На лесной поляне возле огромного костра Темлюков праздновал свою победу. Он одел Шуру в языческий костюм, что привез в сундуке из Москвы, и теперь любовался на нее, одетую в прозрачную ткань, и потягивал вино из бутылки. Такого полного, спокойного и уверенного счастья Константин Иванович не испытывал давно. Несколько лет он готовил себя к фреске. Теперь все находки, мучительный поиск красок, что он изобретал и выискивал в старинных рецептах, методики их наложения на штукатурку, необходимая влажность и концентрация – все было в этой неистовой работе. Он победил время. Время, отнявшее у современных художников секреты мастеров Возрождения. И он нашел Шуру. Это она помогла ему сотворить чудо. Ее прекрасное тело стало прообразом языческих танцовщиц. Что же он хотел сказать своей фреской? Конечно, в первую очередь то, что человек может и должен быть органической частью Божьего мира. Не поворачивать реки вспять, не рыть огромные котлованы, не орошать пустыни, а жить с природой, как живут звери и птицы. Бог создал мир, и этот мир нужно сохранять и любить, как нужно любить Творца за то, что он сотворил небо, землю и каждого муравья на этой земле. И еще научиться радоваться тому, что тебе дозволено увидеть все это великолепие и прикоснуться к нему.
Шура думала совсем о другом.

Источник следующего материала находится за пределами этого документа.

arrank_status arrank_rank_groups(const double *key, const double *key_se, const double *dof,
                                 size_t n, double alpha, int *group, size_t *n_tests,
                                 arrank_error *err)
{
    if (!(alpha > 0 && alpha < 1))
        return arrank_errorf(err, ARRANK_EINVAL, "significance level '%g' is not in (0, 1)",
                             alpha);
    const size_t G = n < ARRANK_GROUP_MAX ? n : ARRANK_GROUP_MAX;
    const size_t m = G * (G > 0 ? G - 1 : 0) / 2;
    if (n_tests)
        *n_tests = m;
    for (size_t i = 0; i < n; i++)
        group[i] = 0;
    if (G == 0)
        return ARRANK_OK;
    for (size_t i = 0; i < G; i++)
        if (isnan(key[i]) || isnan(key_se[i]) || isnan(dof[i]) || !(dof[i] > 0))
            return arrank_errorf(err, ARRANK_EINVAL, "sample %zu has no usable key, standard "
                                                     "error or dof for the group tests", i + 1);
    double *sample = malloc(2 * G * sizeof *sample);
    pair_band *band = malloc(G * sizeof *band);
    unsigned char *state = malloc(m ? m : 1);
    /* untouched pages cost nothing: only the open pairs' share of this is written */
    open_pair *opened = malloc((m ? m : 1) * sizeof *opened);
    if (!sample || !band || !state || !opened) {
        free(sample);
        free(band);
        free(state);
        free(opened);
        return arrank_errorf(err, ARRANK_ENOMEM, "no memory for %zu pairwise tests", m);
    }
    /* per sample, the terms of v = se_i^2 + se_j^2 and of welch_dof's denominator,
       each rounded as welch_dof rounds it */
    double *s2 = sample, *q4 = sample + G;
    size_t k_lo = 0, k_hi = m;
    for (size_t i = 0; i < G; i++) {
        const double si = key_se[i];
        s2[i] = si * si;
        q4[i] = isfinite(dof[i]) ? si * si * si * si / dof[i] : 0.0;
    }
    /* the pairs with no variance (both se^2 0) are settled before the first sweep */
    for (size_t i = 0; i < G; i++)
        if (!(s2[i] > 0))
            for (size_t j = i + 1; j < G; j++)
                if (!(s2[i] + s2[j] > 0)) {
                    if (fabs(key[i] - key[j]) > 0)
                        k_lo++;
                    else
                        k_hi--;
                }
    dof_cells dc;
    cells_init(&dc);
    pair_job pj = {.key = key, .s2 = s2, .q4 = q4, .G = G, .m = m, .dc = &dc, .band = band,
                   .state = state, .opened = opened,
                   .a_lo = alpha / (double)(m - k_lo), .a_hi = alpha / (double)(m - k_hi + 1)};
    for (size_t i = 0; i + 1 < G;) {
        pair_band *b = &band[pj.n_bands++];
        b->row0 = i;
        for (size_t pairs = 0; i + 1 < G && pairs < BAND_PAIRS; i++)
            pairs += G - 1 - i;
        b->row1 = i;
    }
    atomic_init(&pj.next, 0);
    arrank_workers_run(arrank_workers_for(m, PAIRS_PER_WORKER), pair_worker, &pj);
    /* the open pairs together, in row order; the first sweep's decisions counted */
    size_t n_open = 0;
    int changed = 0;
    for (size_t k = 0; k < pj.n_bands; k++) {
        const pair_band *b = &band[k];
        memmove(opened + n_open, opened + pair_at(G, b->row0, b->row0 + 1),
                b->n_open * sizeof *opened);
        n_open += b->n_open;
        k_lo += b->n_rej;
        k_hi -= b->n_keep;
        changed |= b->n_rej + b->n_keep > 0;
    }
    /* sweep with bounds on p until nothing more settles; crit < 0: not yet computed */
    double crit_rej[N_CELLS], crit_keep[N_CELLS];
    while (changed && n_open > 0) {
        changed = 0;
        const double a_lo = alpha / (double)(m - k_lo);
        const double a_hi = alpha / (double)(m - k_hi + 1);
        for (size_t c = 0; c < N_CELLS; c++)
            crit_rej[c] = crit_keep[c] = -1.0;
        size_t still = 0;
        for (size_t q = 0; q < n_open; q++) {
            const open_pair *o = &opened[q];
            const unsigned c = o->cell;
            unsigned char *st = &state[pair_at(G, o->i, o->j)];
            if (k_lo < m) {
                if (crit_rej[c] < 0)
                    crit_rej[c] = two_sided_crit(a_lo, dc.lo[c]) * (1.0 + Z_MARGIN);
                if (o->z >= crit_rej[c]) {
                    *st = PAIR_REJECTED;
                    k_lo++;
                    changed = 1;
                    continue;
                }
            }
            if (a_hi < 1) {
                if (crit_keep[c] < 0)
                    crit_keep[c] = two_sided_crit(a_hi, dc.hi[c]) * (1.0 - Z_MARGIN);
                if (o->z < crit_keep[c]) {
                    *st = PAIR_KEPT;
                    k_hi--;
                    changed = 1;
                    continue;
                }
            }
            opened[still++] = *o;
        }
        n_open = still;
    }
    /* the pairs near the boundary: exact p, then the same two tests on it; z is
       not needed any more and holds p from here on */
    exact_job ej = {.key = key, .key_se = key_se, .dof = dof, .opened = opened, .n = n_open};
    atomic_init(&ej.next, 0);
    arrank_workers_run(arrank_workers_for(n_open, EXACT_PER_WORKER), exact_worker, &ej);
    for (changed = n_open > 0; changed;) {
        changed = 0;
        size_t still = 0;
        for (size_t q = 0; q < n_open; q++) {
            const open_pair *o = &opened[q];
            const double p = o->z;
            unsigned char *st = &state[pair_at(G, o->i, o->j)];
            /* (m - k) p at any position k >= k_lo is at most (m - k_lo) p */
            if ((double)(m - k_lo) * p <= alpha) {
                *st = PAIR_REJECTED;
                k_lo++;
                changed = 1;
            } else if ((double)(m - k_hi + 1) * p > alpha) {
                *st = PAIR_KEPT;
                k_hi--;
                changed = 1;
            } else {
                opened[still++] = *o;
            }
        }
        n_open = still;
    }
    /* step-down over what is left: settled rejections come first, in order */
    double p_stop = INFINITY; /* open pairs with p below this are rejected */
    double *sorted = malloc((n_open ? n_open : 1) * sizeof *sorted);
    if (!sorted) {
        free(sample);
        free(band);
        free(state);
        free(opened);
        return arrank_errorf(err, ARRANK_ENOMEM, "no memory for %zu pairwise tests", m);
    }
    for (size_t q = 0; q < n_open; q++)
        sorted[q] = opened[q].z;
    qsort(sorted, n_open, sizeof *sorted, compare_double);
    for (size_t t = 0; t < n_open; t++) {
        double v = (double)(m - (k_lo + t)) * sorted[t];
        if (v > alpha) {
            p_stop = sorted[t];
            break;
        }
    }
    for (size_t q = 0; q < n_open; q++)
        state[pair_at(G, opened[q].i, opened[q].j)] =
            opened[q].z < p_stop ? PAIR_REJECTED : PAIR_KEPT;
    int g = 1;
    size_t leader = 0;
    group[0] = 1;
    for (size_t k = 1; k < G; k++) {
        if (state[pair_at(G, leader, k)] == PAIR_REJECTED) {
            g++;
            leader = k;
        }
        group[k] = g;
    }
    free(sorted);
    free(sample);
    free(band);
    free(state);
    free(opened);
    return ARRANK_OK;
}

/* ---- compensation -------------------------------------------------------- */

const char *arrank_comp_verdict_words(arrank_comp_verdict verdict)
{
    switch (verdict) {
    case ARRANK_COMP_TOO_FEW: return "too few samples";
    case ARRANK_COMP_NONE: return "no compensation";
    case ARRANK_COMP_ARTIFACT: return "consistent with a statistical artifact";
    case ARRANK_COMP_REAL: return "not explained by error correlation";
    }
    return "unknown";
}

/* Least-squares line y = c0 + c1 x with the two-sided p of c1 = 0 (t, n - 2 dof). */
static int line_fit(const double *x, const double *y, size_t n, double *c0, double *c1,
                    double *se0, double *se1, double *p1)
{
    double cov00, cov01, cov11, ss;
    int gs = gsl_fit_linear(x, 1, y, 1, n, c0, c1, &cov00, &cov01, &cov11, &ss);
    if (gs != GSL_SUCCESS || !isfinite(*c1))
        return -1;
    /* GSL scales the covariance by the scatter about the line, ss/(n - 2). */
    *se0 = sqrt(cov00 > 0 ? cov00 : 0);
    *se1 = sqrt(cov11 > 0 ? cov11 : 0);
    if (*se1 > 0)
        *p1 = 2.0 * gsl_cdf_tdist_Q(fabs(*c1) / *se1, (double)n - 2.0);
    else
        *p1 = *c1 != 0 ? 0.0 : 1.0;
    return 0;
}

static double ln_rate_at(const arrank_arrhenius *f, double temp_K)
{
    return f->b0 + f->b1 * (1.0 / temp_K - 1.0 / f->T_ref_K);
}

static void compensation_sentence(arrank_compensation *c)
{
    const int pct = (int)lround(100.0 * c->confidence);
    char iso[160];
    if (c->T_iso_bounded)
        snprintf(iso, sizeof iso, "%.0f K (%d %% interval %.0f to %.0f K)", c->T_iso_K, pct,
                 c->T_iso_lo_K, c->T_iso_hi_K);
    else
        snprintf(iso, sizeof iso, "%.0f K (%d %% interval unbounded)", c->T_iso_K, pct);
    switch (c->verdict) {
    case ARRANK_COMP_TOO_FEW:
        snprintf(c->sentence, sizeof c->sentence,
                 "compensation: %zu ranked samples are too few to test a line of ln A on Ea "
                 "(at least %d are needed)", c->n, ARRANK_COMP_MIN);
        break;
    case ARRANK_COMP_NONE:
        snprintf(c->sentence, sizeof c->sentence,
                 "compensation: ln A does not rise significantly with Ea across the %zu samples "
                 "(p = %.2g), so there is no compensation line to explain", c->n, c->slope_p);
        break;
    case ARRANK_COMP_ARTIFACT: {
        char why[384];
        if (c->T_hm_inside)
            snprintf(why, sizeof why, "the lines would cross at %s, which holds the harmonic "
                     "mean of the measured temperatures, %.0f K", iso, c->T_hm_K);
        else
            snprintf(why, sizeof why, "Ea does not track ln r at the harmonic mean of the "
                     "measured temperatures, %.0f K (p = %.2g)", c->T_hm_K, c->hm_p);
        snprintf(c->sentence, sizeof c->sentence,
                 "compensation: ln A rises with Ea (r = %.3f), but %s: consistent with a "
                 "statistical artifact; correlated errors of Ea and ln A make such a line on "
                 "their own, and it says nothing about the catalysts", c->corr, why);
        break;
    }
    case ARRANK_COMP_REAL:
        snprintf(c->sentence, sizeof c->sentence,
                 "compensation: ln A rises with Ea (r = %.3f) and the lines cross near %s, away "
                 "from the harmonic mean of the measured temperatures, %.0f K, and Ea tracks "
                 "ln r there (p = %.2g): not explained by error correlation; the ranking "
                 "reverses across "
                 "the isokinetic temperature, so do not extrapolate it past that point",
                 c->corr, iso, c->T_hm_K, c->hm_p);
        break;
    }
}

Она водила травинки по груди Темлюкова и ждала, что он скажет ей, Шуре. Девушке было немного страшно, потому что она не могла до конца понять этого одержимого москвича. Женские чары и хитрости действовали, как она и предполагала, но случались моменты, когда Темлюков как бы выплывал из поля зрения. Тогда она не понимала, что делать и как его вернуть к себе. Где у него те кнопки, которые она безотказно нажимала у Других? Вот и теперь, когда между ними случилось то, что случается между мужчиной и женщиной, и не просто случилось, Шура почувствовала, что в любовном порыве Темлюков был не проголодавшийся самец, а любящий и нежный. Почему же он теперь молчит? Почему не говорит, что намерен делать? Пригласит ли он ее в свою дальнейшую жизнь? Если да, то как? В качестве кого? В качестве штукатурщицы, чтобы подавала ему краски и стирала рубашки? Нет, не ради этого она мучилась. Ей надо не просто уехать в город. Шура не забывала ту расфуфыренную дамочку с пуделем, что школьницей встретила на ВДНХ.